Two lines below mark the span: the one containing "of(name: string): AskedParts[]" and the one containing "input, output, signal". Set down both, plus every line between, exactly as they stand, and nothing else.

[Dataset entries]
[Start of Attachment]
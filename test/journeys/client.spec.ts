import type { Page } from 'playwright-core';
import { giveAccess } from '#shared/agreements/accesses-endpoints';
import { addDays } from '#shared/calendar/add-days';
import { changeEstimate } from '#shared/estimates/estimates-endpoints';
import { markIssue } from '#shared/estimates/issues-endpoints';
import {
  acceptedIssue,
  issueOf,
  linkTo,
  sampleChoices,
  sampleIssue,
  type SampleIssue,
} from '../api/sample-client-visit';
import { sampleMember } from '../api/sample-estimate';
import { variationDraft } from '../api/sample-variation';
import { v7 as newId } from 'uuid';
import { clientAt, emailOf, hashAt, linkOf, mailTo, reviewAs, seenButton } from './client-journey';
import { Keyboard } from './keyboard';
import { screens, turnTo } from './screens';
import { done } from './stage';
import { isTooWide, violations } from './violations';
import { Walk, type Person } from './walk';

/** An estimate on its way to the client and back: sent, asked about, chosen of, accepted; varied, replaced, taken back. */
let walk: Walk;
beforeAll(async () => {
  walk = await Walk.begin();
}, 300_000);
afterAll(() => walk.end());

const placeOf = ({ jobId, estimateId, issueId }: SampleIssue) =>
  `${walk.address}/jobs/${jobId}/estimates/${estimateId}/issue/${issueId}`;

/** Sends the open issue to its client; answers where the link of the letter leads. */
async function sendFrom(page: Page, email: string): Promise<string> {
  await page.getByRole('button', { name: 'Send it to the client' }).click();
  await page.getByText('The letter is on its way.').waitFor();
  return linkOf(walk, await mailTo(walk, email));
}
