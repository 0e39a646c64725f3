import { TestBed, type ComponentFixture } from '@angular/core/testing';

/** Waits until answers have come and everything that follows from them is worked out, and drawn where something is shown. */
export async function settledForSpecs(fixture?: ComponentFixture<unknown>): Promise<void> {
  for (let turn = 0; turn < 4; turn += 1) {
    await fixture?.whenStable();
    await new Promise((resolve) => setTimeout(resolve));
    TestBed.tick();
  }
}
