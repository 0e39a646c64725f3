import { computed, signal } from '@angular/core';

interface Step<T> {
  readonly before: T;
  readonly after: T;
  readonly at: number;
  readonly key: string;
}

/** Steps of one key that follow each other as closely as this are one: somebody corrects what they typed. */
const together_ms = 2000;
const remembered = 200;

/** What was entered before and after each step, and the way back and forth between them. */
export class UndoSteps<T> {
  private readonly past = signal<readonly Step<T>[]>([]);
  private readonly future = signal<readonly Step<T>[]>([]);

  readonly canUndo = computed(() => this.past().length > 0);
  readonly canRedo = computed(() => this.future().length > 0);

  record(step: Step<T>): void {
    this.future.set([]);
    this.past.update((past) => {
      const last = past.at(-1);
      const isOne = last !== undefined && step.key !== '' && last.key === step.key && step.at - last.at < together_ms;
      return isOne ? [...past.slice(0, -1), { ...step, before: last.before }] : [...past.slice(-remembered), step];
    });
  }

  /** What stood before the last step, which may be taken again. */
  undo(): T | undefined {
    const step = this.past().at(-1);
    if (!step) return undefined;
    this.past.update((past) => past.slice(0, -1));
    this.future.update((future) => [...future, step]);
    return step.before;
  }

  redo(): T | undefined {
    const step = this.future().at(-1);
    if (!step) return undefined;
    this.future.update((future) => future.slice(0, -1));
    this.past.update((past) => [...past, { ...step, key: '' }]);
    return step.after;
  }

  /** Every step as if what changed meanwhile had been there from the start. */
  rebase(onto: (entries: T) => T): void {
    const moved = (steps: readonly Step<T>[]) =>
      steps.map((step) => ({ ...step, before: onto(step.before), after: onto(step.after) }));
    this.past.update(moved);
    this.future.update(moved);
  }

  forget(): void {
    this.past.set([]);
    this.future.set([]);
  }
}
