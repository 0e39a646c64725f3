import type { Provider } from '@angular/core';
import type { Endpoint } from '#shared/actor/endpoint';
import { problemSchema } from '#shared/problems/problem-schema';
import { Api } from '../core/api/api';
import { ProblemError } from '../core/problems/problem-error';

/** What a call brought: the parts of its request, whatever they are. */
export interface AskedParts {
  readonly params?: Readonly<Record<string, string>>;
  readonly query?: Readonly<Record<string, unknown>>;
  readonly body?: unknown;
  readonly version?: number;
}

type Answer = (parts: AskedParts) => unknown;

/** A server that answers each endpoint by its name, and notes what it was asked; what it has no answer to is an error. */
export class AnsweringForSpecs {
  readonly asked: { readonly name: string; readonly parts: AskedParts }[] = [];
  readonly provider: Provider = { provide: Api, useValue: { call: this.call.bind(this) } };

  constructor(private readonly answers: Readonly<Record<string, Answer | undefined>>) {}

  of(name: string): AskedParts[] {
    return this.asked.filter((one) => one.name === name).map(({ parts }) => parts);
  }

  private async call({ name }: Endpoint, parts: AskedParts): Promise<unknown> {
    this.asked.push({ name, parts });
    await Promise.resolve();
    const answer = this.answers[name];
    if (!answer) throw new Error(`nothing answers ${name}`);
    return answer(parts);
  }
}

/** A refusal of the server. */
export const refusal = (status: number, title: string, more: object = {}): ProblemError =>
  new ProblemError(
    problemSchema.parse({ type: 'urn:problem:test', title, status, instance: 'test', errors: [], ...more }),
  );

/** The text of an element as it is read: every white space is one. */
export const spoken = (node: Element | null | undefined): string =>
  (node?.textContent ?? '').replace(/\s+/g, ' ').trim();

/** The first button that reads so. */
export function buttonIn(element: Element, text: string): HTMLButtonElement {
  const found = [...element.querySelectorAll('button')].find((one) => spoken(one) === text);
  if (!found) throw new Error(`there is no button “${text}” in: ${spoken(element)}`);
  return found;
}
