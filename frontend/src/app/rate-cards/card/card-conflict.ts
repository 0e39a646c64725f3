import { ChangeDetectionStrategy, Component, computed, inject, input, output, signal } from '@angular/core';
import { MatButton } from '@angular/material/button';
import type { CardSide } from '#shared/rate-cards/merged-values';
import type { WholeRateCard } from '#shared/rate-cards/rate-cards-endpoints';
import { CardStore } from './card-store';
import { OverlapWriting } from './overlap-writing';

/** Somebody else kept the same lines of this draft meanwhile: both sides of each, and whose is to stand. */
@Component({
  selector: 'app-card-conflict',
  imports: [MatButton],
  changeDetection: ChangeDetectionStrategy.OnPush,
  host: { role: 'alert' },
  templateUrl: './card-conflict.html',
  styleUrl: './card-conflict.scss',
})
export class CardConflict {
  private readonly store = inject(CardStore);
  private readonly writing = inject(OverlapWriting);

  readonly theirs = input.required<WholeRateCard>();
  readonly settled = output<(key: string) => CardSide>();

  protected readonly chosen = signal<ReadonlyMap<string, CardSide>>(new Map());
  protected readonly lines = computed(() => {
    const theirs = this.theirs();
    const merged = (sideOf: (key: string) => CardSide) => this.store.mergedWith(theirs, sideOf);
    const mine = merged(() => 'mine');
    return (mine?.overlaps ?? []).map((key) => {
      const other = merged((one) => (one === key ? 'theirs' : 'mine'));
      return this.writing.line(key, { mine: mine!.entries, theirs: other!.entries });
    });
  });
  protected readonly isWhole = computed(() => this.lines().every(({ key }) => this.chosen().has(key)));

  protected choose(key: string, side: CardSide): void {
    this.chosen.update((chosen) => new Map(chosen).set(key, side));
  }

  protected all(side: CardSide): void {
    this.chosen.set(new Map(this.lines().map(({ key }) => [key, side])));
  }

  protected settle(): void {
    const chosen = this.chosen();
    this.settled.emit((key) => chosen.get(key) ?? 'mine');
  }
}
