import { ChangeDetectionStrategy, Component, computed, inject, input, output } from '@angular/core';
import { MatButton } from '@angular/material/button';
import { cardDifferences } from '#shared/rate-cards/card-differences';
import type { WholeRateCard } from '#shared/rate-cards/rate-cards-endpoints';
import { CardStore } from './card-store';
import { DifferenceList } from '../changes/difference-list';

/** Somebody else kept this draft meanwhile: what differs, and which side is to stand. */
@Component({
  selector: 'app-card-conflict',
  imports: [DifferenceList, MatButton],
  changeDetection: ChangeDetectionStrategy.OnPush,
  host: { role: 'alert' },
  template: `
    <h2 i18n>Somebody else changed this draft meanwhile</h2>
    <p i18n>Before each arrow stands what is kept now, after it what was entered here.</p>
    @if (content(); as mine) {
      <app-difference-list [differences]="differences()" [before]="theirs().content" [after]="mine" />
    }
    <div class="actions">
      <button matButton="outlined" type="button" (click)="mine.emit()" i18n>Keep mine</button>
      <button matButton type="button" (click)="taken.emit()" i18n>Take what is kept now</button>
    </div>
  `,
  styles: `
    :host {
      display: grid;
      gap: 12px;
      padding: 16px;
      border-left: 3px solid var(--warn);
      background: var(--tint);
    }
  `,
})
export class CardConflict {
  private readonly store = inject(CardStore);

  readonly theirs = input.required<WholeRateCard>();
  readonly mine = output();
  readonly taken = output();

  protected readonly content = this.store.content;
  protected readonly differences = computed(() => {
    const mine = this.content();
    return mine ? cardDifferences(this.theirs().content, mine) : [];
  });
}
[End of Attachment]
*Answer box*.
  of(name: string): AskedParts[] {
    return this.asked.filter((one) => one.name === name).map(({ parts }) => parts);
  }

  private async call({ name }: Endpoint, parts: AskedParts): Promise<unknown> {
    this.asked.push({ name, parts });
    await Promise.resolve();
    const answer = this.answers[name];
    if (!answer) throw new Error(`nothing answers ${name}`);
    return answer(parts);
  }
}

/** A refusal of the server. */
export const refusal = (status: number, title: string, more: object = {}): ProblemError =>
  new ProblemError(
    problemSchema.parse({ type: 'urn:problem:test', title, status, instance: 'test', errors: [], ...more }),
  );

/** The text of an element as it is read: every white space is one. */
export const spoken = (node: Element | null | undefined): string =>
  (node?.textContent ?? '').replace(/\s+/g, ' ').trim();

/** The first button that reads so. */
export function buttonIn(element: Element, text: string): HTMLButtonElement {
  const found = [...element.querySelectorAll('button')].find((one) => spoken(one) === text);
  if (!found) throw new Error(`there is no button “${text}” in: ${spoken(element)}`);
  return found;
}
filename frontend/src/app/rate-cards/card/card-conflict.ts
repository 0e39a646c64725f3
import { ChangeDetectionStrategy, Component, computed, inject, input, output, signal } from '@angular/core';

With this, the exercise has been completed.